Thanks OptsyEagle, her income was around $50k, no other investments or complications. Would it be better to stagger the amount contributions over a few years to minimize her tax burden?


----------



## Guban (Jul 5, 2011)

I was typing when OptsyEagle replied, and maybe the same happened when you replied, but in order to answer whether you should stagger contributions depends on your TFSA situations, balances in her RRSP as well as when the withdraws will happen, amongst other things.


----------



## OptsyEagle (Nov 29, 2009)

I should have probably asked what province you are in as well, but it will have less of an effect. To answer the question quickly, she would need to contribute the full $39,000 to get back the $9,000 of tax they withheld from her. 

As Guban alluded to, however, she is not getting back exactly 23 cents for every dollar she contributes, as the math above might suggest. She is getting back around 31 cents per dollar on the first $6,000 of RRSP contributions. Then she is getting around 24 cents per dollar on the next $3,750 of RRSP contributions. The average here is around 28% tax savings. After that she only gets around 20 cents on the dollar for the remainder. This is assuming she lives in Ontario, however, if in another province, my numbers will still be very close.

So all that being said, if her income is going to be approximately the same, I might contribute the full $39,000 to her RRSP, but I would probably deduct around $9,750 per year for the next 4 years. This strategy is based on the idea that the money that would only receive a 20% refund (all of the money deducted after the first $9,750) could generate almost 28% refund if she waited to deduct it in a following year. 28% divided by 20% is a 40% guaranteed after tax rate of return, on the tax money that she leaves with the federal government, in year one. It is about 20% return in year 2, since the 40% return takes two years to receive. It is a 13.3% return in year 3 and still a 10% return in year 4. 

Now, alternatively she could simply contribute $9,750 to her RRSP for this year and put the remainder into a TFSA, if she has the room, and then withdraw $9,750 per year, over the next 3 years to contribute to her RRSP in the following years.

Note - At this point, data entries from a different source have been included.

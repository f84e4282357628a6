/**
 * Surface points in the faces that hold them: which faces those are, a
 * point's barycentric coordinates in each, its position in a face laid out
 * from edge lengths (layout.ts), and the straight distance between two points
 * over the faces they share. The one home of these for every solver, the path
 * code and the CLI.
 *
 * A face point is in its own face; an edge point is in the one or two faces
 * of its edge, with `t` measured from the tail of `edgeHalfedge[edge]`; a
 * vertex is in every face of its fan. Barycentric coordinates follow the
 * face's corners `tri[3f], tri[3f+1], tri[3f+2]`.
 */
import type { IntrinsicMesh } from './intrinsic.js';
import type { Topology } from '../mesh/topology.js';
import { forEachOutgoing, faceOf } from '../mesh/topology.js';
import type { SurfacePoint } from '../mesh/surface-point.js';
import { layoutFace } from './layout.js';

/** Barycentric coordinates of p in face f, written to out (false, with zeros, when p is not on f's closure). */
export function baryInFace(t: Topology, f: number, p: SurfacePoint, out: number[] | Float64Array): boolean {
  out[0] = out[1] = out[2] = 0;
  if (p.kind === 'face') {
    if (p.face !== f) return false;
    out[0] = p.bary[0]; out[1] = p.bary[1]; out[2] = p.bary[2];
    return true;
  }
  for (let k = 0; k < 3; k++) {
    const h = 3 * f + k;
    if (p.kind === 'vertex') {
      if (t.tri[h] === p.vertex) { out[k] = 1; return true; }
    } else if (t.edgeOf[h] === p.edge) {
      const k1 = (k + 1) % 3;
      const fwd = t.edgeHalfedge[p.edge] === h; // edgeHalfedge runs corner k → k+1
      out[fwd ? k : k1] = 1 - p.t;
      out[fwd ? k1 : k] = p.t;
      return true;
    }
  }
  return false;
}

/**
 * Position of surface point p in the layout `lay` of face f (from
 * {@link layoutFace}); writes out[0], out[1]. Returns false when p does not
 * lie on f's closure.
 */
export function pointInLayout(t: Topology, f: number, p: SurfacePoint, lay: Float64Array, out: Float64Array): boolean {
  const b = [0, 0, 0];
  if (!baryInFace(t, f, p, b)) return false;
  out[0] = b[0]! * lay[0]! + b[1]! * lay[2]! + b[2]! * lay[4]!;
  out[1] = b[0]! * lay[1]! + b[1]! * lay[3]! + b[2]! * lay[5]!;
  return true;
}

/** Faces whose closure holds p: the fan of a vertex, the one or two faces of an edge, or the face. */
export function facesOfPoint(t: Topology, p: SurfacePoint): number[] {
  if (p.kind === 'face') return [p.face];
  if (p.kind === 'edge') {
    const h = t.edgeHalfedge[p.edge]!;
    const o = t.twin[h]!;
    return o >= 0 ? [faceOf(h), faceOf(o)] : [faceOf(h)];
  }
  const fs: number[] = [];
  forEachOutgoing(t, p.vertex, (h) => fs.push(faceOf(h)));
  return fs;
}

/** Faces whose closure holds both a and b (empty when they share none). */
export function commonFaces(t: Topology, a: SurfacePoint, b: SurfacePoint): number[] {
  const fb = facesOfPoint(t, b);
  return facesOfPoint(t, a).filter((f) => fb.includes(f));
}

/** Result of {@link inFaceDistance}. */
export interface InFaceDistance {
  /** The shortest straight distance between the points inside a face they share; Infinity when they share none. */
  distance: number;
  /** The face it was measured in (the first of equals), −1 when none. */
  face: number;
}

/**
 * Straight distance between surface points a and b over the faces they
 * share: each shared face is laid out from its lengths and the points placed
 * in it; the shortest wins (two faces give two values when a and b lie on
 * one edge's faces, e.g. both on the edge, and the layouts agree up to
 * rounding). Infinity and face −1 when they share no face.
 */
export function inFaceDistance(mesh: IntrinsicMesh, a: SurfacePoint, b: SurfacePoint): InFaceDistance {
  const t = mesh.topology;
  const lay = new Float64Array(6), pa = new Float64Array(2), pb = new Float64Array(2);
  let distance = Infinity, face = -1;
  for (const f of commonFaces(t, a, b)) {
    layoutFace(mesh, f, lay);
    pointInLayout(t, f, a, lay, pa);
    pointInLayout(t, f, b, lay, pb);
    const d = Math.hypot(pa[0]! - pb[0]!, pa[1]! - pb[1]!);
    if (d < distance) { distance = d; face = f; }
  }
  return { distance, face };
}

/**
 * Intrinsic length of a chain of surface points: the sum of
 * {@link inFaceDistance} over consecutive pairs. Infinity when a pair shares
 * no face (the chain is not a surface path).
 */
export function chainLength(mesh: IntrinsicMesh, points: readonly SurfacePoint[]): number {
  let sum = 0;
  for (let i = 1; i < points.length; i++) sum += inFaceDistance(mesh, points[i - 1]!, points[i]!).distance;
  return sum;
}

Don't forget the $9,750 RRSP contribution is going to generate a refund cheque of around $2,700, each year. She is also going to generate more RRSP contribution room over the next 4 years, so roll those tax refunds back into the RRSP and your net worth is really going to start to rock and roll. That is how us financially [email protected] people do it, anyways. You could also spend it. I hear that is fun also.

Anyway, that is the math and that is how I would approach the issue


----------